Nothing but the lines below between the line holding "this test made." and the line holding "expect(backup.code).toBe(0);", inclusive, should appear in the answer, each set down exactly.

** Data in this exercise follows **

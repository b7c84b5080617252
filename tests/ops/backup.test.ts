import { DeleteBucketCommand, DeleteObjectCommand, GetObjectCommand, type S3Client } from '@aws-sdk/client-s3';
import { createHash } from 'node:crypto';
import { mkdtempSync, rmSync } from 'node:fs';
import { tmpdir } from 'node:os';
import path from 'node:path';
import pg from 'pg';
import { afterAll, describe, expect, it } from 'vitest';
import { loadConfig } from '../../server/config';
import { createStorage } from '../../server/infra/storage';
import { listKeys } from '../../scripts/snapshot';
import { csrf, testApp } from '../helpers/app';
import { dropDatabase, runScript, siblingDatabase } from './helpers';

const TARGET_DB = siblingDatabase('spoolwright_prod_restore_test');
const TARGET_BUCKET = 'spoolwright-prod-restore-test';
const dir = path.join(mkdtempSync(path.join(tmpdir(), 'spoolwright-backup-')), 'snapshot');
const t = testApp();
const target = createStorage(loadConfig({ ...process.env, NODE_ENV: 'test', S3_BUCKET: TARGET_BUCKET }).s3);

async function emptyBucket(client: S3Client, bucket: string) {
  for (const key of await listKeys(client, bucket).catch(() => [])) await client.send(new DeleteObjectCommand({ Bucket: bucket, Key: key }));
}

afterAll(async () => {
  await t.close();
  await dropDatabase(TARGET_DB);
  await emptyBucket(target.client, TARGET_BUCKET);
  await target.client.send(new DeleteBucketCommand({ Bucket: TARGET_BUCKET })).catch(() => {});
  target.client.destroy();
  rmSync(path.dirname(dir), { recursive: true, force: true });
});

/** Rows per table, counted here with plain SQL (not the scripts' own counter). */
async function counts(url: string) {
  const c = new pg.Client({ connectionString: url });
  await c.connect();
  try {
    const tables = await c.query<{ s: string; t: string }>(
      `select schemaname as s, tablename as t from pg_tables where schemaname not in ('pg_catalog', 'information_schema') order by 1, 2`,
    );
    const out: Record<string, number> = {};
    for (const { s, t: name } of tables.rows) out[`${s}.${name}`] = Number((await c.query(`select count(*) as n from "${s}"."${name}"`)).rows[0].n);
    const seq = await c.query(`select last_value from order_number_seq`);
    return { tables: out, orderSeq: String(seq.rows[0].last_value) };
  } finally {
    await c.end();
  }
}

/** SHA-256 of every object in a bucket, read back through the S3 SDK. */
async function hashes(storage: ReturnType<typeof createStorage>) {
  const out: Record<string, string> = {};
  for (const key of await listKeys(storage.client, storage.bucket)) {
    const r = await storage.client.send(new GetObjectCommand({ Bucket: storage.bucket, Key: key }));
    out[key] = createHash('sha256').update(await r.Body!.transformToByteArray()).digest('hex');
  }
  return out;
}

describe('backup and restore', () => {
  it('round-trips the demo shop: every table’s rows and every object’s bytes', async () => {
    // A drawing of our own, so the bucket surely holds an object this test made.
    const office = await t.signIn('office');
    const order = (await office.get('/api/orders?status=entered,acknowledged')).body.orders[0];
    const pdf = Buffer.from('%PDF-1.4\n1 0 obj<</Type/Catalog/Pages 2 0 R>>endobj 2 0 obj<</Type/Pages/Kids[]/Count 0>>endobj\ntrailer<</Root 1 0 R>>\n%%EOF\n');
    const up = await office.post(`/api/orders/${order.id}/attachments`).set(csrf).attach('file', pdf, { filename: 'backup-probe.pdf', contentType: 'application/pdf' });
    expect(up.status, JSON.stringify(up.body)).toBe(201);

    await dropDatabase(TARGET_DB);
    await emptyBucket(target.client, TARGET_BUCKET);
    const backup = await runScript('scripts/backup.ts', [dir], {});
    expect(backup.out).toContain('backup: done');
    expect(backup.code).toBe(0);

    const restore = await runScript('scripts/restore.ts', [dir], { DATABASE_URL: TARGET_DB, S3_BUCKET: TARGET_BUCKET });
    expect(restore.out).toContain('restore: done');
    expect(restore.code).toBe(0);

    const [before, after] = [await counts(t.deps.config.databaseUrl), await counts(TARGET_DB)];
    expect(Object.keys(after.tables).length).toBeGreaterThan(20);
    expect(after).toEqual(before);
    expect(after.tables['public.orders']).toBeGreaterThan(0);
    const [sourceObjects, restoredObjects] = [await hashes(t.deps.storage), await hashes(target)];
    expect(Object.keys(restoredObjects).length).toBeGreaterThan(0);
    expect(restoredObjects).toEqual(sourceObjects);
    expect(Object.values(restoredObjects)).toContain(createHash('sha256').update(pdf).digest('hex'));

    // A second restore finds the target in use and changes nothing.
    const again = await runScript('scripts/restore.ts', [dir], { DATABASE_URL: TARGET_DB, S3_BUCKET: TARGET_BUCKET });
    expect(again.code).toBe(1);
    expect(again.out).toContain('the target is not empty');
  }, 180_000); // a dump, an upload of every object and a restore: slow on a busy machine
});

** End of Data in this exercise **

• [Task solution]:
    // A drawing of our own, so the bucket surely holds an object this test made.
    const office = await t.signIn('office');
    const order = (await office.get('/api/orders?status=entered,acknowledged')).body.orders[0];
    const pdf = Buffer.from('%PDF-1.4\n1 0 obj<</Type/Catalog/Pages 2 0 R>>endobj 2 0 obj<</Type/Pages/Kids[]/Count 0>>endobj\ntrailer<</Root 1 0 R>>\n%%EOF\n');
    const up = await office.post(`/api/orders/${order.id}/attachments`).set(csrf).attach('file', pdf, { filename: 'backup-probe.pdf', contentType: 'application/pdf' });
    expect(up.status, JSON.stringify(up.body)).toBe(201);

    await dropDatabase(TARGET_DB);
    await emptyBucket(target.client, TARGET_BUCKET);
    const backup = await runScript('scripts/backup.ts', [dir], {});
    expect(backup.out).toContain('backup: done');
    expect(backup.code).toBe(0);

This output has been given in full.